(Dataset entries)
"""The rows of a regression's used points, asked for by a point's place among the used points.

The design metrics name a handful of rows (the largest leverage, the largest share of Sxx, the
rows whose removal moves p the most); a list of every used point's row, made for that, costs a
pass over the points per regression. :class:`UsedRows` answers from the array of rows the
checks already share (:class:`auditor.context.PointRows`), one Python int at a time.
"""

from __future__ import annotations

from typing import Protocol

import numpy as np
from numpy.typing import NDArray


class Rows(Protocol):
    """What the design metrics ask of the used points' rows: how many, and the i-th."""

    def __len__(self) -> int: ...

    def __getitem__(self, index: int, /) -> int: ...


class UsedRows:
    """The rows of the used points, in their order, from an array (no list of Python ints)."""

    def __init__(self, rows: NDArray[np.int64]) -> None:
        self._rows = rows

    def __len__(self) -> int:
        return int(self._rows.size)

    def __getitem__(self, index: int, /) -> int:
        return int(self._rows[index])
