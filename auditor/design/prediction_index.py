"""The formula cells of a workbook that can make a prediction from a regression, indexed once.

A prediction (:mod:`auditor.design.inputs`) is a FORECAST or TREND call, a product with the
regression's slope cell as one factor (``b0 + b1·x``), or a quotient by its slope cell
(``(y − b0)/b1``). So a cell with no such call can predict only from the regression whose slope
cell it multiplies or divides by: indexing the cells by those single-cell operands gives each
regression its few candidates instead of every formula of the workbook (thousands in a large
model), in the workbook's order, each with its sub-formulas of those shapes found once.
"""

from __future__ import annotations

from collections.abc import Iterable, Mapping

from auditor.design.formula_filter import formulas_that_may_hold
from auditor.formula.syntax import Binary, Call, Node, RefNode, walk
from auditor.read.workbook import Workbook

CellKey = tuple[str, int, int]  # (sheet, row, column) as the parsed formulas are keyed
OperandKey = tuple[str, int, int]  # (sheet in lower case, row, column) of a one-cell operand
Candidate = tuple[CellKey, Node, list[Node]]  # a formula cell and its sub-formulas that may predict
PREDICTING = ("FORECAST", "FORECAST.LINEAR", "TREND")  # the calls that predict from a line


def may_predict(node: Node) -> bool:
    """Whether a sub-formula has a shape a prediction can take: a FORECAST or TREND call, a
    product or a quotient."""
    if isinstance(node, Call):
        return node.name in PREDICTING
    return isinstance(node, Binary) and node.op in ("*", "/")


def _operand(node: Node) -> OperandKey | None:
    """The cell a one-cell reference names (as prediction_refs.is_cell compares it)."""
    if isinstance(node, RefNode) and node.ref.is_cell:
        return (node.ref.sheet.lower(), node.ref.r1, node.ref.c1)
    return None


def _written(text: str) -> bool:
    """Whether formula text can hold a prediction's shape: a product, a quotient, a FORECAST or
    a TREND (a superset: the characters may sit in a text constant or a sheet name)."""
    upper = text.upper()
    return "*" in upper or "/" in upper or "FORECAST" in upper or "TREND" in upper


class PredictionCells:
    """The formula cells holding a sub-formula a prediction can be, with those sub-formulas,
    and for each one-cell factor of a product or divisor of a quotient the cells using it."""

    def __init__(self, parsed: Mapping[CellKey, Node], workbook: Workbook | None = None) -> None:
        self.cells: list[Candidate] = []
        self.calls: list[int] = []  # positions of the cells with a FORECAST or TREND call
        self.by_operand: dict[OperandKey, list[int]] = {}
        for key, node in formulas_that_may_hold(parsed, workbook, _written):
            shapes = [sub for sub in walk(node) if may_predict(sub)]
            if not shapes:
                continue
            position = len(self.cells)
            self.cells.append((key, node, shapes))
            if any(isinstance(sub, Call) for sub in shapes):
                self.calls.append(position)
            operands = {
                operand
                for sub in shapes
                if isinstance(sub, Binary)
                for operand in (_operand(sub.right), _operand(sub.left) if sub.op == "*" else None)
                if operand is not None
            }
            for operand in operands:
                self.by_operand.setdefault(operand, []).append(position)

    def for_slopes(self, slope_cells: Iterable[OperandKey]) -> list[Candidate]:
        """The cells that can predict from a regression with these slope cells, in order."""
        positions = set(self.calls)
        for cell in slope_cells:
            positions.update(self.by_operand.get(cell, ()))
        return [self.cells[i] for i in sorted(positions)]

Try it
Find and copy every line in the entries above where the string "tuple" occurs.

Exercise solution
CellKey = tuple[str, int, int]  # (sheet, row, column) as the parsed formulas are keyed
OperandKey = tuple[str, int, int]  # (sheet in lower case, row, column) of a one-cell operand
Candidate = tuple[CellKey, Node, list[Node]]  # a formula cell and its sub-formulas that may predict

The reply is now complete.